Когда мы протиснулись в автобус, он открыл тайну:
— Одиннадцатого я уезжаю — меня включили в предварительную группу.
Хотя объявление срока отъезда ожидалось со дня на день, сообщение Чжуншу прозвучало как удар грома. Через несколько дней ему исполнялось — по традиционному счету — шестьдесят лет, и мы условились отметить праздник: вдвоем полакомиться «лапшой долголетия». Вообще-то ее полагается вкушать в день семидесятилетия, но дожить до него мы не рассчитывали. И вот в самый канун юбилея он должен отправляться в дальние края.
— А почему тебя отправляют раньше других?
— Потому что есть ты. У других сложности с семьей, которые они должны сами улаживать, а я могу все оставить на тебя.
Отъезд всего института назначен на 17 ноября, пункт назначения — Лошань в провинции Хэнань.
Мы зашли в заранее облюбованную закусочную, заказали дежурное блюдо «кусочки курицы в глиняном горшке» — на самом деле то были кости и кожа. Я подлила бульону в плошку с рисом, но не могла проглотить ни ложки.
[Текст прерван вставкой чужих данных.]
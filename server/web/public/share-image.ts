// The share image of a version or one comparison (Open Graph / social cards, 1200 × 630): the
// title, what the evidence says, the certainty in words with the product's mark, and the product's
// name. Drawn as SVG and rendered to PNG by resvg (@resvg/resvg-js, whose binary comes inside its npm
// package) with the fonts the app ships. Frozen versions never change, so each image is rendered once
// per process and kept (bounded), keyed by what it shows.
import { mkdtempSync, readFileSync, writeFileSync } from "node:fs";
import { createRequire } from "node:module";
import { tmpdir } from "node:os";
import path from "node:path";
import { renderAsync } from "@resvg/resvg-js";
import type { TFunction } from "i18next";
import { briefContent, comparisonContent } from "#core/publication/brief-page";
import { certaintySteps, type Rating } from "#core/grade/certainty";
import { messageText } from "#core/languages/message";
import type { Locale } from "#core/languages/locales";
import type { VersionSnapshot } from "#core/snapshot/schema";
import { escapeXml } from "./feed";
import { sfntFromWoff } from "./woff";

export const shareImageSize = { width: 1200, height: 630 } as const;

const require = createRequire(import.meta.url);
const fontSources = [
  "@fontsource/source-serif-4/files/source-serif-4-latin-400-normal.woff",
  "@fontsource/source-serif-4/files/source-serif-4-latin-600-normal.woff",
  "@fontsource/inter/files/inter-latin-600-normal.woff",
  "@fontsource/noto-naskh-arabic/files/noto-naskh-arabic-arabic-400-normal.woff",
  "@fontsource/noto-naskh-arabic/files/noto-naskh-arabic-arabic-600-normal.woff",
];

let fontFiles: string[] | null = null;
/** The shipped WOFF fonts as TrueType files the renderer can read, written once per process. */
function fonts(): string[] {
  if (!fontFiles) {
    const folder = mkdtempSync(path.join(tmpdir(), "fairweigh-fonts-"));
    fontFiles = fontSources.map((source) => {
      const file = path.join(folder, `${path.basename(source, ".woff")}.ttf`);
      writeFileSync(file, sfntFromWoff(readFileSync(require.resolve(source))));
      return file;
    });
  }
  return fontFiles;
}


/**
 * Words into at most `lines` lines of at most `perLine` characters; a word longer than a line is
 * cut across lines. The last line ends in "…" when text is left over.
 */
export function wrap(text: string, perLine: number, lines: number): string[] {
  const words = text.split(/\s+/).filter(Boolean).flatMap((word) => word.match(new RegExp(`.{1,${perLine}}`, "gu")) ?? []);
  const out: string[] = [];
  let line = "";
  for (const word of words) {
    if (line && (line + " " + word).length > perLine) {
      out.push(line);
      line = word;
      if (out.length === lines) break;
    } else line = line ? `${line} ${word}` : word;
  }
  if (out.length < lines && line) out.push(line);
  const used = out.join(" ").length;
  if (used < words.join(" ").length) {
    const last = out[out.length - 1]!;
    out[out.length - 1] = `${(last.length >= perLine ? last.slice(0, perLine - 1) : last).replace(/[\s,.;:]+$/, "")}…`;
  }
  return out;
}

interface ImageText {
  kicker: string;
  title: string;
  statement: string | null;
  certainty: { label: string; rating: Rating } | null;
  footer: string;
  fictional: string | null;
}

const margin = 72;
const textWidth = shareImageSize.width - 2 * margin;
/**
 * Characters that fit the text's width at a size: an average glyph of these faces is about half the
 * font size wide; 0.56 leaves room for wide letters and capitals (measured with the shipped fonts in
 * tests/unit/web/public/share-image.test.ts).
 */
const perLine = (size: number) => Math.floor(textWidth / (size * 0.56));
/** The sizes tried in turn, largest first, until the title and the statement fit whole. */
const sizes = [
  { title: 56, statement: 34 },
  { title: 48, statement: 30 },
  { title: 42, statement: 27 },
  { title: 36, statement: 24 },
];

interface Block {
  lines: string[];
  size: number;
  leading: number;
  /** The first line's baseline. */
  y: number;
}

/**
 * Where the title and the statement go: below the product's name, above the certainty (or the
 * footer), at the largest sizes at which both fit whole; at the smallest, the statement is cut to the
 * room left, ending in "…".
 */
export function fitText(title: string, statement: string | null, withCertainty: boolean): { title: Block; statement: Block | null } {
  const top = 140;
  const bottom = withCertainty ? 470 : 535;
  const place = (size: { title: number; statement: number }, statementLines: number) => {
    const titleBlock: Block = { lines: wrap(title, perLine(size.title), 3), size: size.title, leading: 1.2, y: top + 0.9 * size.title };
    const titleEnd = titleBlock.y + (titleBlock.lines.length - 1) * size.title * 1.2 + 0.25 * size.title;
    const statementY = titleEnd + 20 + 0.9 * size.statement;
    const room = Math.max(1, Math.floor((bottom - statementY - 0.25 * size.statement) / (size.statement * 1.3)) + 1);
    const statementBlock: Block | null = statement === null ? null : { lines: wrap(statement, perLine(size.statement), Math.min(statementLines, room)), size: size.statement, leading: 1.3, y: statementY };
    const end = statementBlock ? statementBlock.y + (statementBlock.lines.length - 1) * size.statement * 1.3 + 0.25 * size.statement : titleEnd;
    const whole = !titleBlock.lines.at(-1)!.endsWith("…") && !(statementBlock?.lines.at(-1)!.endsWith("…") ?? false);
    return { title: titleBlock, statement: statementBlock, fits: whole && end <= bottom };
  };
  for (const size of sizes) {
    const placed = place(size, 8);
    if (placed.fits) return placed;
  }
  return place(sizes.at(-1)!, 8);
}

/** The image as named parts (drawn in this order), so that a test can measure each one. */
export function shareImageParts(text: ImageText, rtl: boolean): { name: string; svg: string }[] {
  const { width, height } = shareImageSize;
  const x = rtl ? width - margin : margin;
  const anchor = rtl ? `text-anchor="end" direction="rtl"` : "";
  const serif = rtl ? "Noto Naskh Arabic" : "Source Serif 4";
  // The shipped Inter file names its family by its weight.
  const sans = rtl ? "Noto Naskh Arabic" : "'Inter SemiBold', Inter";
  const lines = (block: Block, weight: number, family: string) =>
    block.lines.map((line, i) => `<text x="${x}" y="${block.y + i * block.size * block.leading}" font-family="${family}" font-size="${block.size}" font-weight="${weight}" fill="#1d1a17" ${anchor}>${escapeXml(line)}</text>`).join("");
  const fitted = fitText(text.title, text.statement, text.certainty !== null);
  const parts = [
    { name: "background", svg: `<rect width="${width}" height="${height}" fill="#fbf8f3"/><rect width="${width}" height="14" fill="#6d1f35"/>` },
    // The product's name is Latin in every language.
    { name: "kicker", svg: `<text x="${x}" y="104" font-family="'Inter SemiBold', Inter" font-size="26" font-weight="600" fill="#6d1f35" letter-spacing="2" ${rtl ? `text-anchor="end"` : ""}>${escapeXml(text.kicker)}</text>` },
    { name: "title", svg: lines(fitted.title, 600, serif) },
  ];
  if (fitted.statement) parts.push({ name: "statement", svg: lines(fitted.statement, 400, serif) });
  if (text.certainty) {
    const filled = certaintySteps(text.certainty.rating);
    // The mark beside the words, on the side the text starts from; the words are cut before it.
    const label = escapeXml(wrap(text.certainty.label, perLine(30) - 6, 1)[0]!);
    const markX = rtl ? margin : width - margin - 78;
    const steps = [0, 1, 2, 3].map((i) => `<rect x="${markX + i * 21}" y="${height - 110 - (3 + i * 3) * 3 + 9}" width="15" height="${(3 + i * 3) * 3}" fill="${i < filled ? "#6d1f35" : "none"}" stroke="#6d1f35" stroke-width="3"/>`).join("");
    parts.push({ name: "certainty", svg: `<text x="${x}" y="${height - 110}" font-family="${sans}" font-size="30" font-weight="600" fill="#6d1f35" ${anchor}>${label}</text>` }, { name: "mark", svg: steps });
  }
  parts.push({ name: "footer", svg: `<text x="${x}" y="${height - 52}" font-family="${sans}" font-size="22" font-weight="600" fill="#5b554d" ${anchor}>${escapeXml(wrap(text.footer, perLine(22), 1)[0]!)}</text>` });
  if (text.fictional) {
    // Opposite the product's name, on the top line: never hidden by a long footer.
    const fx = rtl ? margin : width - margin;
    parts.push({ name: "fictional", svg: `<text x="${fx}" y="104" font-family="${sans}" font-size="24" font-weight="600" fill="#6d1f35" text-anchor="${rtl ? "start" : "end"}">${escapeXml(text.fictional)}</text>` });
  }
  return parts;
}

/** The whole image, or only some of its parts (a test measures each alone). */
export function shareImageSvg(text: ImageText, rtl: boolean, only?: (name: string) => boolean): string {
  const { width, height } = shareImageSize;
  const parts = shareImageParts(text, rtl).filter((part) => !only || only(part.name));
  return `<svg xmlns="http://www.w3.org/2000/svg" width="${width}" height="${height}" viewBox="0 0 ${width} ${height}">${parts.map((part) => part.svg).join("")}</svg>`;
}

/** What the renderer needs: the shipped fonts and no others. */
export const renderOptions = () => ({ font: { fontFiles: fonts(), loadSystemFonts: false, defaultFontFamily: "Source Serif 4" }, fitTo: { mode: "original" as const } });

/**
 * The renderer shapes a line in one face and cannot mix faces within it, and the Arabic face the app
 * ships holds Arabic script only: in an Arabic image, digits are written in Arabic-Indic form and
 * Latin punctuation in its Arabic equivalent. Null when Latin letters remain (an untranslated name):
 * that image is drawn in English instead (docs/decisions/0028-reach.md).
 */
export function inArabicScript(text: string): string | null {
  const arabic = text
    .replace(/[0-9]/g, (d) => String.fromCharCode(0x0660 + Number(d)))
    .replace(/%/g, "\u066A")
    .replace(/[,·]/g, "\u060C")
    .replace(/\./g, "\u06D4")
    .replace(/[-–—]/g, "\u2010")
    .replace(/[:()«»"“”]/g, "")
    .replace(/\s+/g, " ")
    .trim();
  return /[\u0021-\u007E\u00A0-\u024F]/.test(arabic) ? null : arabic;
}

export type ShareText = ImageText & { alt: string };
export type { ImageText };

/** The image's words for an Arabic reader, or null when they cannot all be drawn in Arabic script. */
export function arabicImageText(text: ShareText): ShareText | null {
  const title = inArabicScript(text.title);
  const statement = text.statement === null ? null : inArabicScript(text.statement);
  const footer = inArabicScript(text.footer);
  const fictional = text.fictional === null ? null : inArabicScript(text.fictional);
  const certainty = text.certainty ? inArabicScript(text.certainty.label) : null;
  if (title === null || footer === null || (text.statement !== null && statement === null) || (text.certainty && certainty === null) || (text.fictional !== null && fictional === null)) return null;
  return { ...text, title, statement, footer, fictional, certainty: text.certainty ? { ...text.certainty, label: certainty! } : null };
}

/** What a version's or a comparison's image says; null when the version has no such comparison. */
export function shareImageText(snapshot: VersionSnapshot, pair: { a: string; b: string } | null, t: TFunction, locale: Locale): ShareText | null {
  const footer = t("share.footer", { version: snapshot.version });
  const fictional = snapshot.brief.demo ? t("embed.fictional") : null;
  if (!pair) {
    const view = briefContent(snapshot);
    const text = { kicker: "FAIRWEIGH", title: view.title, statement: t("share.versionStatement", { condition: view.condition, population: view.population }), certainty: null, footer, fictional };
    return { ...text, alt: `${view.title}. ${text.statement}` };
  }
  const view = comparisonContent(snapshot, pair.a, pair.b);
  if (!view) return null;
  const first = view.outcomes[0]!;
  const statement = first.statement ? messageText(t, locale, first.statement) : null;
  const certainty = first.certainty ? { label: `${t("brief.certainty")}: ${t(`certainty.rating.${first.certainty}`)}`, rating: first.certainty } : null;
  const title = t("brief.versus", { treatment: view.treatment.name, comparator: view.comparator.name });
  return {
    kicker: "FAIRWEIGH",
    title,
    statement,
    certainty,
    footer: `${view.title} · ${footer}`,
    fictional,
    alt: [title, statement, certainty?.label].filter(Boolean).join(". "),
  };
}

/** A withdrawn brief's image: its title, and in place of the finding the withdrawal and its reason. */
export function withdrawnImageText(text: ShareText, withdrawal: string): ShareText {
  return { ...text, statement: withdrawal, certainty: null, alt: `${text.title}. ${withdrawal}` };
}

const rendered = new Map<string, Promise<Buffer>>();
/** Enough for every version and comparison readers share at once; the oldest go first. */
const keep = 500;

/** The PNG of one image, rendered once per key and kept (rendering runs off the event loop, in libuv's pool). */
export function shareImage(key: string, text: ImageText, rtl: boolean): Promise<Buffer> {
  const known = rendered.get(key);
  if (known) {
    rendered.delete(key);
    rendered.set(key, known);
    return known;
  }
  const promise = renderAsync(shareImageSvg(text, rtl), renderOptions()).then((image) => Buffer.from(image.asPng()));
  promise.catch(() => rendered.delete(key));
  rendered.set(key, promise);
  if (rendered.size > keep) rendered.delete(rendered.keys().next().value!);
  return promise;
}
На сборы оставалась всего неделя, но мужа отпустили из института только за два дня до отъезда. Сославшись на это, я несколько дней не ходила на занятия, укладывала вещи. Дело в том, что было объявлено: уезжать нужно со всем имуществом («вместе с котлом»). Будто бы было отдано распоряжение, что нас высылают до конца наших дней. Приказали забирать с собой и вещи явно ненужные, и одежду, которую не придется носить, и дорогие для нас книги и бумаги… Багажа набиралось много, а наша дочь Аюань и зять в те дни работали на заводе и могли прийти помочь в сборах только в выходной. Глядя на других, они обмотали все вещи толстыми веревками, чтобы те не рассыпались и не продавились в пути. Увы, веревки могли помочь сохранить в целости только ящики и сундуки — вещи выносливее, чем человеческие существа.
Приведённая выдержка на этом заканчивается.